VMware Memory Reclamation:Hypervisor Swapping PART6

ESXi employs hypervisor swapping to reclaim memory, if other memory reclamation techniques like ballooning, transparent page sharing, and memory compression are not sufficient to reclaim memory. Transparent Page Sharing (TPS) speed is dependent of possibility to share memory pages, another reclamation technique of ballooning also depends on guest operating system response for memory allocation. Due to all this, these techniques may take time to reclaim memory.Unlike other techniques, Hypervisor swapping is a guaranteed technique to reclaim a specific amount of memory within a specific amount of time.

At virtual machine start up, the hypervisor creates a separate swap file for the virtual machine (.vswp) inside virtual machine folder by default unless changed the swap file location. This file is used by hypervisor to directly swap out virtual machine physical memory to the swap file. This frees host physical memory and can be used by other virtual machines.

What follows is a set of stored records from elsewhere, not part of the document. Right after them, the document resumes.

"""The ``lightloom`` command line: parses the verb and hands over to its module in sequencer.commands."""

from __future__ import annotations

import argparse
import importlib
import sys
from types import ModuleType
from typing import NamedTuple, Sequence

from lightloom.sequencer import __version__
from lightloom.sequencer.errors import EXIT_INTERRUPTED, LightloomError

class Verb(NamedTuple):
    """A verb of the command line: its module in sequencer.commands and its one-line help."""

    module: str
    help: str


# The verbs, for `lightloom --help`, without importing any verb module: only the verb given on the
# command line is imported (its module's add_parser builds its options), so that one verb's imports
# never slow another or the help. The help here is the one the module gives its sub-parser.
VERBS: dict[str, Verb] = {
    "validate": Verb("validate", "check a protocol, and optionally a bench, and print a summary"),
    "dry-run": Verb("dry_run", "show the compiled steps, motion, limit checks and a time estimate"),
    "run": Verb("run", "run a protocol on a bench, recording every reading to FILE.h5"),
    "resume": Verb("resume", "continue an interrupted run; every step is recorded exactly once"),
    "analyze": Verb(
        "analyze",
        "reconstruct the state of a run (complete, interrupted or still running); several runs: one summary table",
    ),
    "advise": Verb(
        "advise",
        "settings of a quarter-half-quarter stack, mode converter and image rotator that steer the "
        "measured beam to a target",
    ),
    "calibrate": Verb(
        "calibrate", "fit element offsets, retardances, port gains and sorter visibility from calibration runs"
    ),
    "sim": Verb("sim", "simulated instruments (sim serve)"),
    "probe": Verb("probe", "list instruments (--list) or check every device of a bench before a night"),
    "demo": Verb("demo", "simulate a joint spin-orbit tomography of a vector beam and analyse it (under a minute)"),
}


def chosen_verb(argv: Sequence[str]) -> str | None:
    """The verb ``argv`` names (its first word not starting with "-"), or None."""
    for word in argv:
        if not word.startswith("-"):
            return word if word in VERBS else None
    return None


def verb_module(verb: str) -> ModuleType:
    """The module of ``verb`` in sequencer.commands (imported now)."""
    return importlib.import_module(f"lightloom.sequencer.commands.{VERBS[verb].module}")


def build_parser(argv: Sequence[str] = ()) -> argparse.ArgumentParser:
    """The parser: the chosen verb (see :func:`chosen_verb`) with its options, the others by name and help."""
    parser = argparse.ArgumentParser(
        prog="lightloom",
        description="Measurement sequencer and reconstruction for polarization and spatial-mode tomography.",
    )
    parser.add_argument("--version", action="version", version=f"lightloom {__version__}")
    sub = parser.add_subparsers(dest="verb", metavar="VERB")
    sub.required = True
    chosen = chosen_verb(argv)
    for verb, entry in VERBS.items():
        if verb == chosen:
            verb_module(verb).add_parser(sub)
        else:
            sub.add_parser(verb, help=entry.help, add_help=False)
    return parser


def main(argv: Sequence[str] | None = None) -> int:
    words = sys.argv[1:] if argv is None else list(argv)
    args = build_parser(words).parse_args(words)
    try:
        status = int(args.handler(args))
    except LightloomError as exc:
        print(f"lightloom: {exc.one_line()}", file=sys.stderr)
        return exc.exit_status
    except KeyboardInterrupt:
        print("lightloom: interrupted", file=sys.stderr)
        return EXIT_INTERRUPTED
    except BrokenPipeError:
        # the reader of our output went away (e.g. `| head`): not an error of ours
        import os

        devnull = os.open(os.devnull, os.O_WRONLY)
        os.dup2(devnull, sys.stdout.fileno())
        return 0
    return status


if __name__ == "__main__":
    sys.exit(main())
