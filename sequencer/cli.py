"""The ``lightloom`` command line: parses the verb and hands over to its module in sequencer.commands."""

from __future__ import annotations

import argparse
import importlib
import sys
from typing import Sequence

from lightloom.sequencer import __version__
from lightloom.sequencer.errors import EXIT_INTERRUPTED, LightloomError

# verb -> module in sequencer.commands (imported lazily so that one verb's imports never slow another)
VERBS: dict[str, str] = {
    "validate": "validate",
    "dry-run": "dry_run",
    "run": "run",
    "resume": "resume",
    "analyze": "analyze",
    "advise": "advise",
    "calibrate": "calibrate",
    "sim": "sim",
    "probe": "probe",
    "demo": "demo",
}


def build_parser() -> argparse.ArgumentParser:
    parser = argparse.ArgumentParser(
        prog="lightloom",
        description="Measurement sequencer and reconstruction for polarization and spatial-mode tomography.",
    )
    parser.add_argument("--version", action="version", version=f"lightloom {__version__}")
    sub = parser.add_subparsers(dest="verb", metavar="VERB")
    sub.required = True
    for verb, module_name in VERBS.items():
        try:
            module = importlib.import_module(f"lightloom.sequencer.commands.{module_name}")
        except ModuleNotFoundError as exc:
            if exc.name != f"lightloom.sequencer.commands.{module_name}":
                raise
            continue  # verb not built yet
        module.add_parser(sub)
    return parser


def main(argv: Sequence[str] | None = None) -> int:
    parser = build_parser()
    args = parser.parse_args(argv)
    try:
        status = int(args.handler(args))
    except LightloomError as exc:
        print(f"lightloom: {exc.one_line()}", file=sys.stderr)
        return exc.exit_status
    except KeyboardInterrupt:
        print("lightloom: interrupted", file=sys.stderr)
        return EXIT_INTERRUPTED
    except BrokenPipeError:
        # the reader of our output went away (e.g. `| head`): not an error of ours
        import os

        devnull = os.open(os.devnull, os.O_WRONLY)
        os.dup2(devnull, sys.stdout.fileno())
        return 0
    return status


if __name__ == "__main__":
    sys.exit(main())
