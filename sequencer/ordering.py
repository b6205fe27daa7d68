"""Ordering of analyzer settings: as written, shuffled with a seed, or least motion.

Least motion solves a small open travelling-salesman problem on the move time between settings
(stages move at the same time, so a transition costs the slowest stage's backlash-aware move, plus
the converter switch), by nearest-neighbour construction then 2-opt and or-opt improvement.
"""

from __future__ import annotations

import math
from typing import TYPE_CHECKING

import numpy as np

from sequencer.kinematics import leg_times_s, nearest_equivalent_deg
from sequencer.optics.analyzer import CONVERTER

if TYPE_CHECKING:
    from sequencer.compiler import TableModel

ORDERS = ("as-written", "shuffled", "least-motion")
PERIOD_DEG = 180.0


def transition_time_s(a: np.ndarray, b: np.ndarray, table: "TableModel") -> float:
    """Time to go from settings ``a`` to settings ``b`` with every stage moving at once, s.

    Stages move leg by leg together (see kinematics.leg_times_s); the converter switches while the
    stages move.
    """
    legs: list[float] = []
    for i, k in table.kinematics.items():
        if math.isnan(a[i]) or math.isnan(b[i]):
            continue
        target = nearest_equivalent_deg(b[i], a[i], PERIOD_DEG, k)
        for j, leg in enumerate(leg_times_s(a[i], target, k)):
            if j == len(legs):
                legs.append(leg)
            else:
                legs[j] = max(legs[j], leg)
    t = float(sum(legs))
    if not (math.isnan(a[CONVERTER]) or math.isnan(b[CONVERTER])) and a[CONVERTER] != b[CONVERTER]:
        t = max(t, table.converter_switch_s)
    return t


def _path_cost(order: list[int], cost: np.ndarray, start: np.ndarray) -> float:
    total = start[order[0]]
    for i, j in zip(order[:-1], order[1:]):
        total += cost[i, j]
    return float(total)


def least_motion_order(settings: np.ndarray, table: "TableModel", origin: np.ndarray) -> list[int]:
    """An order of ``settings`` (n, 5) with a short total transition time starting from ``origin``."""
    n = len(settings)
    if n <= 1:
        return list(range(n))
    cost = np.array([[transition_time_s(settings[i], settings[j], table) for j in range(n)] for i in range(n)])
    start = np.array([transition_time_s(origin, settings[j], table) for j in range(n)])
    best_order, best_cost = None, math.inf
    for first in range(n):
        order = [first]
        left = set(range(n)) - {first}
        while left:
            here = order[-1]
            nxt = min(left, key=lambda j: (cost[here, j], j))
            order.append(nxt)
            left.remove(nxt)
        c = _path_cost(order, cost, start)
        if c < best_cost:
            best_order, best_cost = order, c
    assert best_order is not None
    order = best_order
    improved = True
    while improved:
        improved = False
        for i in range(n - 1):
            for j in range(i + 1, n):
                cand = order[:i] + order[i : j + 1][::-1] + order[j + 1 :]
                c = _path_cost(cand, cost, start)
                if c < best_cost - 1e-12:
                    order, best_cost, improved = cand, c, True
        for length in (1, 2, 3):
            for i in range(n - length + 1):
                seg = order[i : i + length]
                rest = order[:i] + order[i + length :]
                for j in range(len(rest) + 1):
                    cand = rest[:j] + seg + rest[j:]
                    c = _path_cost(cand, cost, start)
                    if c < best_cost - 1e-12:
                        order, best_cost, improved = cand, c, True
                        break
    return order


def order_settings(settings: np.ndarray, table: "TableModel", order: str, seed: int) -> list[int]:
    """Indices of ``settings`` in the requested order ("as-written", "shuffled", "least-motion")."""
    n = len(settings)
    if order == "as-written":
        return list(range(n))
    if order == "shuffled":
        return [int(i) for i in np.random.default_rng(seed).permutation(n)]
    if order == "least-motion":
        origin = np.where(np.isnan(settings[0]), np.nan, 0.0)
        return least_motion_order(settings, table, origin)
    raise ValueError(f"order must be one of {', '.join(ORDERS)}, got {order!r}")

However, hypervisor swapping is used as a last resort to reclaim memory from the virtual machine as there will be performance impact on virtual machine due to some of known issues as listed below.

  • High swap-in latency
  • Page selection problems due to no visibility of guest OS pages.
  • Double paging problems

ESXi employs below methods to address the limitations mentioned above that improves hypervisor swapping performance:

  • Memory compression: To reduce the amount of pages that need to be swapped out while reclaiming the same amount of host memory. For more details on how compression work, do check my other article on the same.
  • SSD Swapping: If an SSD device is installed in the host, we can choose to configure a host SSD Cache. Using swap to host cachedoes not means placing regular swap files on SSD-backed datastores. Even if you enable swap to host cache, the host still needs to create regular swap files. ESXi will use the host cache (SSD) to store the swapped out pages first instead of putting them directly in the regular hypervisor swap file (.vswp). Upon the next access to a page in the host cache, the page will be pushed back to the guest memory and then removed from the host cache. Since SSD read latency, which is normally around a few hundred microseconds, is much faster than typical disk access latency, this optimization significantly reduces the swap-in latency and hence greatly improves the application performance in high memory over commitment scenarios.

How SSD Swap works?

Multiples of 1GB sized .vswp file chunks will be created inside SSD swap. As shown in below figure, 10GB SSD has ten .vswp files created inside it. These files can be seen by browsing the datastore. These .vswp files are not specific to VMs like one we have in shared storage. Each VM has its own regular .vswp in shared storage inside their specific VM folders. However, the .vswp files inside SSD swap will be shared by virtual machines whenever there is need for swapping.